Ich - Luzifers Henker
(Teil 2 von 3)
von Ian Rolf Hill
Der Tod ritt auf Chris Ainsworth zu!
Wie gebannt stand der Geologe auf der Straße des Dorfes Caversheen, inmitten einer anderen Dimension, umgeben von Hexen, die der Großen Mutter Lilith dienten.
Lilith, die sich offen gegen Luzifer gestellt hatte, dessen hochmütiges Engelsge?sicht hoch über ihnen am Himmel schwebte, während aus seinem Schlund die Heerscharen der Hölle strömten, um diese Welt und ihre Bewohner dem Erdboden gleichzumachen.
Angeführt wurden sie von einem der schrecklichen Horror-Reiter.
Ein lebendes Skelett in Ritterrüstung, das auf dem Rücken eines schwarzen, feuerspeienden Rappens saß. Auf dem Brustpanzer des Gerippes leuchtete ein großes A.
Genau so ein Reiter preschte auf Chris Ainsworth zu, um ihn mit einer Lanze aufzuspießen.
Ein Ausweichen war unmöglich. Der Geologe war vor Angst wie gelähmt.
Die Hufe schepperten über das Kopfsteinpflaster.
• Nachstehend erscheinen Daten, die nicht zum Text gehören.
/** Statements printing every value of the header, with the line each must print. */
function probes(m: HeaderModel): Probe[] {
  const { prefix: P } = headerIdentifiers(m);
  const t = m.floatType;
  const out: Probe[] = [];
  const real = (expr: string, x: number) => out.push({ c: `PR("${expr}", ${expr});`, expected: `${expr} ${bitsOf(toCTypeValue(x, t), t)}` });
  const int = (expr: string, n: number) => out.push({ c: `PI("${expr}", ${expr});`, expected: `${expr} ${n}` });
  const str = (expr: string, s: string) => out.push({ c: `PS("${expr}", ${expr});`, expected: `${expr} ${hexBytes(s)}` });
  int(`(long)sizeof(${P}_ANALOG_SOS[0][0])`, t === 'float' ? 4 : 8);
  str(`${P}_LIBRARY_VERSION`, m.libraryVersion);
  str(`${P}_DESIGN_HASH`, m.designHash);
  str(`${P}_DESIGN_NAME`, m.name);
  int(`${P}_PART_COUNT`, m.parts.length);
  m.parts.forEach((p, i) => {
    str(`${P}_PART_NAMES[${i}]`, p.name);
    str(`${P}_PART_UNITS[${i}]`, p.unit);
    real(`${P}_PART_VALUES_SI[${i}]`, p.valueSi);
  });
  const tps = m.testPoints ?? [];
  int(`${P}_TEST_POINT_COUNT`, tps.length);
  tps.forEach((tp, i) => {
    real(`${P}_TEST_FREQ_HZ[${i}]`, tp.frequencyHz);
    real(`${P}_TEST_GAIN_DB[${i}]`, tp.gainDb);
    real(`${P}_TEST_PHASE_DEG[${i}]`, tp.phaseDeg);
    real(`${P}_TEST_LOW_DB[${i}]`, tp.lowDb);
    real(`${P}_TEST_HIGH_DB[${i}]`, tp.highDb);
  });
  if (m.trim) {
    int(`${P}_TRIM_CODE_COUNT`, m.trim.codes.length);
    int(`${P}_TRIM_DEFAULT_CODE`, m.trim.defaultCode);
    m.trim.codes.forEach((c, i) => {
      int(`${P}_TRIM_CODES[${i}]`, c.code);
      real(`${P}_TRIM_GAIN_DB[${i}]`, c.gainDb);
      real(`${P}_TRIM_PHASE_DEG[${i}]`, c.phaseDeg);
    });
  }
  int(`${P}_ANALOG_SECTION_COUNT`, m.analogSections.length);
  m.analogSections.forEach((s, i) => [s.n0, s.n1, s.n2, s.d0, s.d1, s.d2].forEach((x, j) => real(`${P}_ANALOG_SOS[${i}][${j}]`, x)));
  if (m.digital) {
    real(`${P}_SAMPLE_RATE_HZ`, m.digital.sampleRateHz);
    if (m.digital.prewarpHz !== undefined) real(`${P}_PREWARP_HZ`, m.digital.prewarpHz);
    int(`${P}_DIGITAL_SECTION_COUNT`, m.digital.sections.length);
    m.digital.sections.forEach((s, i) => [s.b0, s.b1, s.b2, s.a1, s.a2].forEach((x, j) => real(`${P}_DIGITAL_SOS[${i}][${j}]`, x)));
    if (m.fixedPoint) {
      const q = quantiseSections(m.digital.sections, m.fixedPoint);
      int(`${P}_DIGITAL_SOS_${m.fixedPoint}_SHIFT`, q.shift);
      int(`${P}_DIGITAL_SOS_${m.fixedPoint}_FRACTION_BITS`, q.fractionBits);
      q.rows.forEach((r, i) => r.forEach((v, j) => int(`(long)${P}_DIGITAL_SOS_${m.fixedPoint}[${i}][${j}]`, v)));
    }
  }
  return out;
}

function program(m: HeaderModel, list: Probe[]): string {
  const pr =
    m.floatType === 'float'
      ? 'static void pr(const char *tag, float v) { uint32_t u; memcpy(&u, &v, sizeof u); printf("%s %08lx\\n", tag, (unsigned long)u); }'
      : 'static void pr(const char *tag, double v) { uint64_t u; memcpy(&u, &v, sizeof u); printf("%s %016llx\\n", tag, (unsigned long long)u); }';
  return [
    '#include <stdio.h>',
    '#include <string.h>',
    '#include <stdint.h>',
    '#include "filter.h"',
    '#include "filter.h" /* the guard makes a second include harmless */',
    '#ifdef EVIL',
    '#error "text from the design file became a macro"',
    '#endif',
    pr,
    'static void pi(const char *tag, long v) { printf("%s %ld\\n", tag, v); }',
    'static void ps(const char *tag, const char *s) { printf("%s ", tag); for (; *s; s++) printf("%02x", (unsigned)(unsigned char)*s); printf("\\n"); }',
    '#define PR(t, v) pr(t, v)',
    '#define PI(t, v) pi(t, (long)(v))',
    '#define PS(t, v) ps(t, v)',
    'int main(void) {',
    ...list.map((p) => `  ${p.c}`),
    '  return 0;',
    '}',
    '',
  ].join('\n');
}

function compileAndRun(header: string, source: string, cxx: boolean, libraries: string[] = []): string[] {
  const dir = mkdtempSync(join(tmpdir(), 'gicladder-h-'));
  try {
    writeFileSync(join(dir, 'filter.h'), header);
    writeFileSync(join(dir, 'main.c'), source);
    const exe = join(dir, cxx ? 'main-cxx' : 'main-c');
    const args = cxx
      ? ['-x', 'c++', '-std=c++11', '-Wall', '-Wextra', '-Werror', '-o', exe, join(dir, 'main.c')]
      : ['-std=c99', '-Wall', '-Wextra', '-Wpedantic', '-Werror', '-o', exe, join(dir, 'main.c'), ...libraries];
    const cc = spawnSync(cxx ? 'g++' : 'gcc', args, { encoding: 'utf8', timeout: 60_000 });
    if (cc.error) throw new Error(`${cxx ? 'g++' : 'gcc'} could not be run (CI=true needs it installed): ${cc.error.message}`);
    if (cc.status !== 0) throw new Error(`${cxx ? 'g++' : 'gcc'} failed:\n${cc.stderr}\n--- header ---\n${header}`);
    const run = spawnSync(exe, [], { encoding: 'utf8', timeout: 30_000 });
    if (run.status !== 0) throw new Error(`program failed: ${run.stderr}`);
    return run.stdout.trimEnd().split('\n');
  } finally {
    rmSync(dir, { recursive: true, force: true });
  }
}

const MODELS: [string, HeaderModel][] = [
  ['double, decimal', model()],
  ['float, decimal, Q15', model({ floatType: 'float', fixedPoint: 'Q15' })],
  ['double, hex, Q31', model({ numberFormat: 'hex', fixedPoint: 'Q31', digital: { sampleRateHz: 96000, sections: zpkToDigitalSections(bilinearZpk(CHEBY, 96000)) } })],
  ['float, hex', model({ floatType: 'float', numberFormat: 'hex', analogSections: zpkToAnalogSections(CHEBY, { gain: 'spread' }) })],
  ['hostile names, float', model({ name: HOSTILE_NAME, prefix: '9 int */ __Reserved', floatType: 'float', parts: HOSTILE_PARTS, libraryVersion: '0.1.0"*/', designHash: '??/' })],
  ['hostile names, double, no optional tables', model({ name: '*/\n#define EVIL 3', prefix: '', parts: HOSTILE_PARTS, testPoints: undefined, trim: undefined, digital: undefined })],
];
Wie hypnotisiert starrte Chris in die rot leuchtenden Augen des Gauls, aus dessen Nüstern Feuer loderte.
Noch fünf Yards.
Vier ... drei ... zwei ...
Ein heftiger Stoß schleuderte Chris zur Seite. Hart krachte er auf die linke Schulter. Der Schmerz war höllisch. Aber er lebte. Und das hatte er einer jungen Frau zu verdanken, die fast noch ein Mädchen war.
Lulu!
Im allerletzten Moment hatte sie ihn zur Seite gerissen, nachdem er keine Anstalten gemacht hatte, seinem Schicksal zu entgehen. Wozu auch? Gegen die erdrückende Übermacht hatten sie ohnehin keine Chance.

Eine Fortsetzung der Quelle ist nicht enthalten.